## Exercise requirements
Copy all lines below containing "than".

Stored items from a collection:
----------
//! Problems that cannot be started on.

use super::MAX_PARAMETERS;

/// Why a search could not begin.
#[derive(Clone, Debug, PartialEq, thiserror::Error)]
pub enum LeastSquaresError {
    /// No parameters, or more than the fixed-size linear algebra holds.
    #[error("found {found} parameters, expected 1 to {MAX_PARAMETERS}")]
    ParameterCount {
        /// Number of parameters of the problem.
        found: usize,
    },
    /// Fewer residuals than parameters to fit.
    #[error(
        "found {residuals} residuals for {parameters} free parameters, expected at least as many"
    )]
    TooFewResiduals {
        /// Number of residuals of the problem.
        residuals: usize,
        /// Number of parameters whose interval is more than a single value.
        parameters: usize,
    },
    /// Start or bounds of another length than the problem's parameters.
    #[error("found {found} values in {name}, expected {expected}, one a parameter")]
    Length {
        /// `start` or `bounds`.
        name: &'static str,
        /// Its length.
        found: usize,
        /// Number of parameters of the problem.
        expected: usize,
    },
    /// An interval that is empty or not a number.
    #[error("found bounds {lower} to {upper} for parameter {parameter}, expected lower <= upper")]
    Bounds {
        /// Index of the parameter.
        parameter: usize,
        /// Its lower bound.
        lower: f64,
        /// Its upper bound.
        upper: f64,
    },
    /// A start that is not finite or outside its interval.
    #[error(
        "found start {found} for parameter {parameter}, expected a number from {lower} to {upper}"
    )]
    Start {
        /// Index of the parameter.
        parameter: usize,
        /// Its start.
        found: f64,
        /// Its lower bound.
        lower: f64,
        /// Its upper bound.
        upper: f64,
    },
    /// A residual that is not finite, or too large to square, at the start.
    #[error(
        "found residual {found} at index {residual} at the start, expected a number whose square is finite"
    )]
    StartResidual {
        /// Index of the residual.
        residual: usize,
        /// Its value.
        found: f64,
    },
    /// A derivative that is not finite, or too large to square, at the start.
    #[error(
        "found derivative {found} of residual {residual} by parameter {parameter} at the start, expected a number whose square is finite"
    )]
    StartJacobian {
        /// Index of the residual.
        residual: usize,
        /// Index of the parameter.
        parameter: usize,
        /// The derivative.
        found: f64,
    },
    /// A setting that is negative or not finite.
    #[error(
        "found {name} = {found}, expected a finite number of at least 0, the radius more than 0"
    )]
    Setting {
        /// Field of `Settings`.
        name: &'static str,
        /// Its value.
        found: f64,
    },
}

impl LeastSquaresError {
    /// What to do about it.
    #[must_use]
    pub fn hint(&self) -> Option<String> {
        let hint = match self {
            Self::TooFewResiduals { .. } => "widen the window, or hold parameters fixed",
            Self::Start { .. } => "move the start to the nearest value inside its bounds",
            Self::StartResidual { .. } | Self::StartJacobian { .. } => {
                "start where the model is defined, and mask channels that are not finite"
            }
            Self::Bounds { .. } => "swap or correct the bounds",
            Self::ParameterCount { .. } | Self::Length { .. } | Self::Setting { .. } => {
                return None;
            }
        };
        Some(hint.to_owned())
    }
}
----------
## Result of the exercise
    /// No parameters, or more than the fixed-size linear algebra holds.
    /// Fewer residuals than parameters to fit.
        /// Number of parameters whose interval is more than a single value.
    /// Start or bounds of another length than the problem's parameters.
        "found {name} = {found}, expected a finite number of at least 0, the radius more than 0"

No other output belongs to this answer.